Data supplied —
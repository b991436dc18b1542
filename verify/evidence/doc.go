// Package evidence holds problems whose answers are known from outside: solutions
// in closed form, published values, sections that can be computed by hand. Tests
// and the command that shows a build right draw on the same list.
//
// What a case expects is data beside its source; what it finds is computed when it
// is run, and nothing of the one enters the other. Problems are meshed and solved
// as they stand here, away from the ladders of package verify, save where a case
// says that it is the whole program that is tried.
package evidence
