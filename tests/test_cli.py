"""The command line: exit codes, what is written and printed, and what is refused."""

from __future__ import annotations

import csv
import io
import json
import math
import os
import subprocess
import sys
from collections.abc import Callable, Iterable
from pathlib import Path
from typing import Any

import click
import openpyxl
import pytest
from click.testing import CliRunner, Result
from feederhost import __version__, terminal
from feederhost.cli import main
from feederhost.errors import InputError
from feederhost.feeder import case_rules
from feederhost.schema import INPUT
from feederhost.settings import Settings
from feederhost.sheets.template import write_input
from feederhost.study import reports
from feederhost.terminal import ProgressLine

Tables = dict[str, list[dict[str, Any]]]
HEAVY = ("numpy", "pandas", "cvxpy", "openpyxl", "networkx", "scipy", "ecos")
ONLY_WORKBOOK = {"charts", "chart_data"}


def tables(**changed: list[dict[str, Any]]) -> Tables:
    """Return a feeder of two lines whose rating is met below the cap; an invented scenario."""
    line = {"length_km": 1, "r1_ohm_per_km": 0.3, "x1_ohm_per_km": 0.4, "rating_a": 60}
    sound: Tables = {
        "source": [{"node": "S", "kv": 12.47, "voltage_pu": 1.0, "data_date": "2026-01-01"}],
        "lines": [
            {"line": "L1", "from_node": "S", "to_node": "A"} | line,
            {"line": "L2", "from_node": "A", "to_node": "B"} | line,
        ],
        "loads": [{"node": "B", "kw": 200, "kvar": 60}],
    }
    return sound | changed


UNSOUND = tables(
    lines=[
        {"line": "L1", "from_node": "S", "to_node": "A", "length_km": "one", "r1_ohm_per_km": 0.3,
         "x1_ohm_per_km": 0.4, "rating_a": 60},
    ],
    loads=[{"node": "A", "kw": -5}, {"node": "Q", "kw": 5}],
)  # fmt: skip
FATAL = (
    "lines 2 length_km: text where a number belongs",
    "loads 2 kw: negative, where that cannot be",
    "loads 3 node: no node Q",
)
# 12.47 kV behind 0.6 + j0.8 ohm carries no 200 MW: |V|^2 / (2 (|z| + r)) is 49 MW at the most.
HOPELESS = tables(loads=[{"node": "B", "kw": 200_000}])


@pytest.fixture
def write(tmp_path: Path) -> Callable[..., Path]:
    """Return a function that writes tables as a workbook, `feeder.xlsx` unless named."""

    def put(content: Tables | None = None, name: str = "feeder.xlsx") -> Path:
        write_input(tables() if content is None else content, tmp_path / name)
        return tmp_path / name

    return put


@pytest.fixture
def feeder(write: Callable[..., Path]) -> Path:
    return write()


@pytest.fixture
def unproven(monkeypatch: pytest.MonkeyPatch) -> Callable[..., None]:
    """Return a function that puts other defaults in the place of some settings."""

    def replace(**fields: float) -> None:
        monkeypatch.setattr(case_rules, "Settings", lambda: Settings(**fields))

    return replace


def run(*arguments: object) -> Result:
    return CliRunner().invoke(main, [str(a) for a in arguments])


def in_process(*arguments: object, cwd: Path) -> subprocess.CompletedProcess[str]:
    command = [sys.executable, "-m", "feederhost", *map(str, arguments)]
    return subprocess.run(command, cwd=cwd, capture_output=True, text=True, check=False)


def rows_of(path: Path, sheet: str, head: int = 1) -> list[dict[str, Any]]:
    lines = list(openpyxl.load_workbook(path)[sheet].iter_rows(min_row=head, values_only=True))
    return [dict(zip(lines[0], line, strict=True)) for line in lines[1:]]


def strict_json(text: str) -> dict[str, Any]:
    def refuse(word: str) -> None:
        raise AssertionError(f"{word} is no JSON")

    return json.loads(text, parse_constant=refuse)


# --- help and version ------------------------------------------------------------------------


@pytest.mark.parametrize("name", ["", *main.commands])
@pytest.mark.parametrize("flag", ["-h", "--help"])
def test_every_command_has_help(name, flag):
    done = run(*filter(None, (name, flag)))
    assert done.exit_code == 0
    assert done.stdout.startswith("Usage: ")
    command = main.commands[name] if name else main
    summary = (command.help or "").split("\n\n")[0]
    assert summary.split()[:4] == done.stdout.split("\n\n")[1].split()[:4]


@pytest.mark.parametrize(
    "option",
    [p for c in (main, *main.commands.values()) for p in c.params if isinstance(p, click.Option)],
    ids=lambda option: option.name,
)
def test_every_option_has_help(option):
    assert option.help
    assert option.help.endswith(".")


def test_the_same_option_means_the_same_everywhere():
    told: dict[str, set[str]] = {}
    for command in main.commands.values():
        for option in command.params:
            if isinstance(option, click.Option) and option.name != "output":
                told.setdefault("/".join(option.opts), set()).add(str(option.help))
    assert {name for name, texts in told.items() if len(texts) > 1} == set()


@pytest.mark.parametrize("name", ["", *main.commands])
def test_help_imports_nothing_heavy(name, tmp_path):
    code = (
        "import sys\n"
        "from feederhost.cli import main\n"
        f"main({[*filter(None, [name]), '--help']!r}, standalone_mode=False)\n"
        f"print('loaded', sorted(set({HEAVY!r}) & set(sys.modules)))\n"
    )
    done = subprocess.run(
        [sys.executable, "-c", code], cwd=tmp_path, capture_output=True, text=True, check=True
    )
    assert done.stdout.splitlines()[-1] == "loaded []"


def test_version_of_the_module(tmp_path):
    done = in_process("--version", cwd=tmp_path)
    assert (done.returncode, done.stderr) == (0, "")
    assert done.stdout == f"feederhost, version {__version__}\n"


def test_no_command_shows_the_help_and_is_a_usage_error(tmp_path):
    done = in_process(cwd=tmp_path)
    assert done.returncode == 2
    assert "Commands:" in done.stdout + done.stderr


# --- the answer: 0 -----------------------------------------------------------------------------


def test_host_writes_prints_and_answers_zero(feeder, tmp_path):
    done = run("host", feeder, "-o", tmp_path / "r.xlsx")
    assert (done.exit_code, done.stderr) == (0, "")
    lines = done.stdout.splitlines()
    assert lines[0] == "feeder: 3 nodes, 2 cases, data of 2026-01-01"
    assert lines[-1] == f"written: {tmp_path / 'r.xlsx'}"
    assert "proof     proven 4" in lines
    assert "state     hosted 4" in lines
    assert max(map(len, lines[:-1])) <= 79
    rows = rows_of(tmp_path / "r.xlsx", "hosting")
    assert [(r["node"], r["technology"]) for r in rows] == [
        ("A", "pv"), ("B", "pv"), ("A", "ev"), ("B", "ev"),
    ]  # fmt: skip
    assert {r["criterion"] for r in rows} == {"line_rating"}
    (ev,) = (r for r in rows if (r["node"], r["technology"]) == ("A", "ev"))
    assert (ev["element"], ev["limit_value"], ev["unit"], ev["case"]) == ("L1", 60, "A", "peak")
    # 60 A leave a source held at 12.47 kV: sqrt(3) x 12.47 x 60 kVA, of which the load at B takes
    # 200 + j60 and the series impedance of L1 3 x (0.3 + j0.4) x 60^2 / 1000.  What L2 loses at
    # the 10 A of the load is below 0.1 kW.
    square = 60**2 / 1000
    head_kw = math.sqrt(3 * (12.47 * 60) ** 2 - (60 + 3 * 0.4 * square) ** 2)
    fits = head_kw - 200 - 3 * 0.3 * square
    assert fits - 0.1 < ev["hosting_unrounded_kw"] < fits
    assert ev["hosting_kw"] == math.floor(ev["hosting_unrounded_kw"])


def test_check_without_output_writes_nothing(feeder, tmp_path):
    before = sorted(os.listdir(tmp_path))
    done = run("check", feeder)
    assert (done.exit_code, done.stderr) == (0, "")
    assert "peak" in done.stdout
    assert sorted(os.listdir(tmp_path)) == before


def test_check_writes_base_cases_and_conditions(feeder, tmp_path):
    done = run("check", feeder, "-o", tmp_path / "c.xlsx")
    assert done.exit_code == 0
    cases = rows_of(tmp_path / "c.xlsx", "base_cases")
    assert [r["case"] for r in cases] == ["peak", "light"]
    assert {"conditions", "audit", "base", "run"} <= set(
        openpyxl.load_workbook(tmp_path / "c.xlsx", read_only=True).sheetnames
    )
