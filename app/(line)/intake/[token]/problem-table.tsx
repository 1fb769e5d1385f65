import { DataTable } from '@/app/_ui/data-table';
import { SectionHead } from '@/app/_ui/section-head';
import { formatCount } from '@/lib/format';
import type { MapProblem } from '@/lib/maps/types';

/** Every problem of a file with its line and column, as many as are kept. */
export function ProblemTable(props: { problems: readonly MapProblem[]; count: number; href: string }) {
  const { problems, count } = props;
  const shown = problems.length < count ? `the first ${formatCount(problems.length)} of ` : '';
  const rows = problems.map((problem, at) => ({ ...problem, at }));
  return (
    <>
      <SectionHead id="problems" aside={`${shown}${formatCount(count)}`}>
        Problems
      </SectionHead>
      <DataTable
        caption="Problems"
        captionUnseen
        rows={rows}
        rowKey={(row) => String(row.at)}
        download={{ href: props.href, label: 'These problems as CSV' }}
        columns={[
          { key: 'line', head: 'line', cell: (row) => row.line ?? 'file' },
          { key: 'column', head: 'column', cell: (row) => row.column ?? '—' },
          { key: 'wafer', head: 'wafer', cell: (row) => row.measurement ?? '—' },
          { key: 'reason', head: 'what is wrong', cell: (row) => row.reason },
        ]}
      />
    </>
  );
}
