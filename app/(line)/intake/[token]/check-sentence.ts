import type { CheckedFile } from '@/lib/maps/checked-file';

const maps = (count: number) => `${count} wafer ${count === 1 ? 'map' : 'maps'}`;

/** What a check found, in one sentence, and what follows from it in another. */
export function checkSentence(name: string, check: CheckedFile): { answer: string; sub: string } {
  const { measurements, faulty, repeated, fresh } = check;
  const onRecord = repeated === 0 ? '' : ` ${repeated} ${repeated === 1 ? 'is' : 'are'} on record already.`;
  if (check.spoilt)
    return { answer: `${name} cannot be read as a wafer-map file`, sub: 'Nothing is recorded of it.' };
  if (faulty.size === measurements) {
    return {
      answer:
        measurements === 1
          ? `The map in ${name} cannot be recorded`
          : `None of the ${maps(measurements)} in ${name} can be recorded`,
      sub: 'The problems are listed below. Say what the file leaves out, or mend the file and send it again.',
    };
  }
  if (faulty.size > 0) {
    return {
      answer: `${faulty.size} of ${maps(measurements)} in ${name} cannot be recorded`,
      sub: `${fresh > 0 ? `${fresh} can.` : 'None of the others is new.'}${onRecord} A map is recorded whole or not at all.`,
    };
  }
  if (fresh === 0) {
    return {
      answer: `${name} is on record already`,
      sub: `The same ${maps(measurements)}, with the same readings: recording it again changes nothing.`,
    };
  }
  return {
    answer: `${maps(fresh)} in ${name} can be recorded`,
    sub: `No problem was found.${onRecord}`,
  };
}
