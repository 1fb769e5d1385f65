import Link from 'next/link';
import { PageHead } from '@/app/_ui/page-head';

export default function NoSuchFile() {
  return (
    <>
      <PageHead
        answer="No file waits at this address"
        sub="It has been recorded or discarded, or it waited for more than a day. What was recorded stands among the batches."
      />
      <p>
        <Link href="/intake">Go to the intake</Link>
      </p>
    </>
  );
}
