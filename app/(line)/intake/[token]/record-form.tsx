'use client';

import { ActionForm } from '@/app/_ui/action-form';
import { Button } from '@/app/_ui/button';
import { CheckField } from '@/app/_ui/check-field';
import { discardFile, recordFile } from './actions';

interface Props {
  token: string;
  query: string;
  fresh: number;
  faulty: number;
  large: boolean;
}

/** The decision about a checked file: record it, record its sound part, put the refusal on record, or discard it. */
export function RecordForm(props: Props) {
  return (
    <>
      <form id="discard" action={discardFile.bind(null, props.token)} aria-label="Discard this file" />
      {props.fresh > 0 ? <Recording {...props} /> : props.faulty > 0 ? <Refusal {...props} /> : <Discard />}
    </>
  );
}

function Recording({ token, query, fresh, faulty, large }: Props) {
  const maps = fresh === 1 ? '1 map' : `${fresh} maps`;
  return (
    <ActionForm
      action={recordFile.bind(null, { token, query, faulty })}
      label="Record this file"
      submit={faulty > 0 ? `Record the ${maps}` : `Record ${maps}`}
      working={large ? 'Recording… this takes minutes; the batch appears under Intake' : 'Recording…'}
      aside={<Discard />}
    >
      {(state) => (
        <>
          {faulty > 0 && (
            <CheckField
              name="sound"
              label={`Record the sound ones: ${maps}; refuse the other ${faulty}`}
              hint="Without this nothing of a file with problems is recorded."
              error={state.errors['sound'] ?? null}
            />
          )}
          <CheckField
            name="history"
            label="These are old wafers: history"
            hint="They are recorded, shown and can make limits, but open no excursions."
          />
        </>
      )}
    </ActionForm>
  );
}

function Refusal({ token, query, faulty }: Props) {
  return (
    <ActionForm
      action={recordFile.bind(null, { token, query, faulty })}
      label="Put the refusal on record"
      submit="Put the refusal on record"
      working="Writing it down…"
      weight="plain"
      aside={<Discard />}
    >
      <input type="hidden" name="refusal" value="yes" />
    </ActionForm>
  );
}

function Discard() {
  return (
    <Button type="submit" form="discard">
      Discard the file
    </Button>
  );
}
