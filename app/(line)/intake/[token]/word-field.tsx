import { Field, SelectField } from '@/app/_ui/field';
import type { WaferColumn } from '@/lib/maps/map-columns';
import type { GivenWords } from '@/lib/maps/schema';
import type { Stream } from '@/lib/streams/types';
import { COLUMN_WORDS } from './column-words';

/** One column of a wafer-map file, asked for: streams and stages as a choice, times as a clock time of the site. */
export function WordField(props: {
  column: WaferColumn;
  given: GivenWords;
  streams: readonly Stream[];
  timeZone: string;
}) {
  const { column, given } = props;
  const { label, unit, hint, choices } = COLUMN_WORDS[column];
  const isTime = column === 'measured_at' || column === 'processed_at';
  const frame = {
    name: column,
    label,
    error: given.errors[column] ?? null,
    defaultValue: given.typed[column] ?? '',
    ...(unit === undefined ? {} : { unit }),
    ...(isTime ? { hint: `Clock time in ${props.timeZone}` } : hint === undefined ? {} : { hint }),
  };
  if (column !== 'stream' && choices === undefined) {
    const asText = !isTime || !/^$|^[\d-]+T[\d:]+$/.test(frame.defaultValue);
    return <Field {...frame} type={asText ? 'text' : 'datetime-local'} autoComplete="off" />;
  }
  const options =
    column === 'stream'
      ? props.streams.map((stream) => ({ value: stream.slug, name: stream.name }))
      : (choices ?? []).map((value) => ({ value, name: value }));
  const strange = frame.defaultValue !== '' && !options.some(({ value }) => value === frame.defaultValue);
  return (
    <SelectField {...frame}>
      <option value="">not said</option>
      {strange && <option value={frame.defaultValue}>{frame.defaultValue}</option>}
      {options.map(({ value, name }) => (
        <option key={value} value={value}>
          {name}
        </option>
      ))}
    </SelectField>
  );
}
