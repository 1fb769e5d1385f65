import { Notice } from '@/app/_ui/notice';
import { PageHead } from '@/app/_ui/page-head';
import type { Actor } from '@/lib/access/actor';
import { checkedFile } from '@/lib/maps/checked-file';
import type { MapHeader } from '@/lib/maps/map-columns';
import { wordsQuery, type GivenWords } from '@/lib/maps/schema';
import type { WaitingFile } from '@/lib/maps/waiting-file';
import type { Stream } from '@/lib/streams/types';
import { checkSentence } from './check-sentence';
import { PreviewMaps } from './preview-maps';
import { ProblemTable } from './problem-table';
import { RecordForm } from './record-form';
import { WordsForm } from './words-form';

/** The check of a file: what it holds, what is wrong, the maps, and the way to record it. */
export async function CheckResult(props: {
  actor: Actor;
  file: WaitingFile;
  given: GivenWords;
  timeZone: string;
  header: MapHeader | null;
  streams: readonly Stream[];
}) {
  const { file, given } = props;
  const check = await checkedFile(props.actor, file, given.words);
  const { answer, sub } = checkSentence(file.name, check);
  const query = wordsQuery(given.typed);
  return (
    <>
      <PageHead answer={answer} sub={sub} back={{ href: '/intake', label: 'Intake' }} />
      {check.notices.map((notice) => (
        <Notice key={notice} kind="note">
          {notice}.
        </Notice>
      ))}
      <RecordForm
        token={file.token}
        query={query}
        fresh={check.fresh}
        faulty={check.spoilt ? 1 : check.faulty.size}
        large={file.bytes > 20e6}
      />
      {check.problems.length > 0 && (
        <ProblemTable
          problems={check.problems}
          count={check.problemCount}
          href={`/api/intake/${file.token}/problems?${query}`}
        />
      )}
      {props.header && (
        <WordsForm
          header={props.header}
          streams={props.streams}
          given={given}
          timeZone={props.timeZone}
          asked={new Set(check.problems.map((problem) => problem.column))}
        />
      )}
      {check.previews.length > 0 && (
        <PreviewMaps
          previews={check.previews}
          of={check.measurements - check.faulty.size}
          timeZone={props.timeZone}
        />
      )}
    </>
  );
}
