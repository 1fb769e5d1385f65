import type { Metadata } from 'next';
import { notFound } from 'next/navigation';
import { Suspense } from 'react';
import { PageHead } from '@/app/_ui/page-head';
import { Waiting } from '@/app/_ui/waiting';
import { signedIn } from '@/app/page-actor';
import { readEnvironment } from '@/lib/env';
import { findFileHeader } from '@/lib/maps/file-header';
import { givenWords } from '@/lib/maps/schema';
import { findWaitingFile } from '@/lib/maps/waiting-file';
import { listStreams } from '@/lib/streams/data';
import { CheckResult } from './check-result';

export const metadata: Metadata = { title: 'Check of a file' };

interface Props {
  params: Promise<{ token: string }>;
  searchParams: Promise<Record<string, string | string[]>>;
}

export default async function CheckPage(props: Props) {
  const actor = await signedIn('record-maps');
  const file = await findWaitingFile(actor, (await props.params).token);
  if (file === null) notFound();
  const { siteTimeZone } = readEnvironment();
  const given = givenWords(await props.searchParams, siteTimeZone);
  const [header, streams] = await Promise.all([findFileHeader(actor, file), listStreams(actor)]);
  const megabytes = (file.bytes / 1e6).toFixed(0);
  const words =
    file.bytes > 20e6
      ? `Every row of ${megabytes} MB is read. This takes about a minute for 200 MB; the result appears here.`
      : 'Every row is read before anything is recorded.';
  return (
    <Suspense
      key={JSON.stringify(given.typed)}
      fallback={
        <>
          <PageHead answer={`Checking ${file.name}…`} back={{ href: '/intake', label: 'Intake' }} />
          <Waiting words={words} />
        </>
      }
    >
      <CheckResult {...{ actor, file, given, header, streams }} timeZone={siteTimeZone} />
    </Suspense>
  );
}
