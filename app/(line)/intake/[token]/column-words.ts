import type { WaferColumn } from '@/lib/maps/map-columns';

interface ColumnWords {
  label: string;
  /** Asked for openly; the others stand folded away. */
  usual: boolean;
  unit?: string;
  hint?: string;
  choices?: readonly string[];
}

/** How each column of a wafer-map file is asked for. */
export const COLUMN_WORDS: Record<WaferColumn, ColumnWords> = {
  stream: { label: 'Stream', usual: true },
  wafer: { label: 'Wafer', usual: true },
  lot: { label: 'Lot', usual: true },
  run: { label: 'Run', usual: true },
  measured_at: { label: 'Measured at', usual: true },
  processed_at: { label: 'Processed at', usual: true },
  gauge: { label: 'Gauge', usual: true },
  temperature_c: { label: 'Temperature', usual: true, unit: '°C', hint: 'Of the wafer at the probe' },
  thickness_um: { label: 'Thickness', usual: true, unit: 'µm' },
  ingot_fraction: {
    label: 'Solidified fraction',
    usual: true,
    hint: 'Along the crystal: 0 at the seed, below 1',
  },
  slot: { label: 'Slot', usual: false },
  stage: { label: 'Stage', usual: false, choices: ['pre', 'post'] },
  tool: { label: 'Tool', usual: false },
  chamber: { label: 'Chamber', usual: false },
  recipe: { label: 'Recipe', usual: false },
  operator: { label: 'Operator', usual: false },
  diameter_mm: {
    label: 'Diameter',
    usual: false,
    unit: 'mm',
    hint: 'Must agree with the stream’s site plan',
  },
  corrections_applied: {
    label: 'Corrections applied',
    usual: false,
    hint: 'Any of temperature thickness geometry spacing, or none. Not said: all of them',
  },
  note: { label: 'Note', usual: false },
};
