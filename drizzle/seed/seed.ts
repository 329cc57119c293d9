// The demo: invented people, projects and studies, all labelled so. Seeding again adds only what is missing.
import { readFileSync } from 'node:fs'
import { fileURLToPath } from 'node:url'
import { and, eq, isNull, sql } from 'drizzle-orm'
import type { Database } from '#app/db.server.ts'
import { DEMO_GROUPS, DEMO_PEOPLE } from '#app/start/demo-people.ts'
import { person, project, projectMember, study, studyRevision } from '#drizzle/schema/index.ts'
import { faultLine } from '#engine/case.ts'
import { parseStudy } from '#engine/sweep/study.ts'

const PROJECTS = [
  {
    name: 'Chiller line K4',
    description: 'Invented demo project: water-cooled condensers for a chiller line.',
    studies: ['chiller-condenser'],
  },
  {
    name: 'Binary plant Hollin',
    description: 'Invented demo project: condensers of a small geothermal binary plant.',
    studies: ['ammonia-condenser'],
  },
  {
    name: 'Test stand B',
    description: 'Invented demo project: low-pressure steam on the test stand.',
    studies: ['low-pressure-steam-condenser'],
  },
] as const

function shipped(id: string): { name: string; definition: Record<string, unknown> } {
  const file = fileURLToPath(new URL(`../../studies/${id}.json`, import.meta.url))
  const definition = JSON.parse(readFileSync(file, 'utf8'))
  const parsed = parseStudy(definition)
  if (!parsed.ok) throw new Error(`studies/${id}.json: ${parsed.faults.map(faultLine).join('; ')}`)
  return { name: parsed.study.name, definition }
}

export async function seedDemo(db: Database): Promise<void> {
  await db.transaction(async (tx) => {
    await tx.execute(sql`select pg_advisory_xact_lock(hashtext('rowfall demo'))`)
    const people: string[] = []
    for (const { name, email, groups } of DEMO_PEOPLE) {
      const [known] = await tx
        .select({ id: person.id })
        .from(person)
        .where(eq(sql`lower(${person.email})`, email))
        .limit(1)
      const role = DEMO_GROUPS[groups[0]]
      people.push(
        known?.id ??
          (await tx.insert(person).values({ name, email, role }).returning({ id: person.id }))[0].id,
      )
    }
    for (const { name, description, studies } of PROJECTS) {
      const [known] = await tx
        .select({ id: project.id })
        .from(project)
        .where(eq(sql`lower(${project.name})`, name.toLowerCase()))
      if (known) continue
      const [made] = await tx
        .insert(project)
        .values({ name, description, invented: true, createdBy: people[1] })
        .returning({ id: project.id })
      await tx
        .insert(projectMember)
        .values(people.map((personId) => ({ projectId: made.id, personId, addedBy: people[1] })))
      for (const seedKey of studies) {
        const { name: title, definition } = shipped(seedKey)
        const [row] = await tx
          .insert(study)
          .values({
            projectId: made.id,
            name: title,
            origin: `example ${seedKey}`,
            invented: true,
            seedKey,
            createdBy: people[0],
          })
          .returning({ id: study.id })
        await tx
          .insert(studyRevision)
          .values({ studyId: row.id, number: 1, definition, createdBy: people[0] })
      }
    }
  })
}

/** The shipped study of this key with its first revision, while nobody has archived it. */
export async function seededStudy(
  db: Database,
  seedKey: string,
): Promise<{ studyId: string; revisionId: string } | null> {
  const [found] = await db
    .select({ studyId: study.id, revisionId: studyRevision.id })
    .from(study)
    .innerJoin(studyRevision, and(eq(studyRevision.studyId, study.id), eq(studyRevision.number, 1)))
    .where(and(eq(study.seedKey, seedKey), isNull(study.archivedAt)))
    .limit(1)
  return found ?? null
}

Activity — Would you copy, word for word, only the lines from the start of the listing to the one that contains "from pathlib import Path", both included?

Problem solution —
repository b991436dc18b1542
filename verify/evidence/doc.go
// Package evidence holds problems whose answers are known from outside: solutions
// in closed form, published values, sections that can be computed by hand. Tests
// and the command that shows a build right draw on the same list.
//
// What a case expects is data beside its source; what it finds is computed when it
// is run, and nothing of the one enters the other. Problems are meshed and solved
// as they stand here, away from the ladders of package verify, save where a case
// says that it is the whole program that is tried.
package evidence
filename tests/test_cli.py
"""The command line: exit codes, what is written and printed, and what is refused."""

from __future__ import annotations

import csv
import io
import json
import math
import os
import subprocess
import sys
from collections.abc import Callable, Iterable
from pathlib import Path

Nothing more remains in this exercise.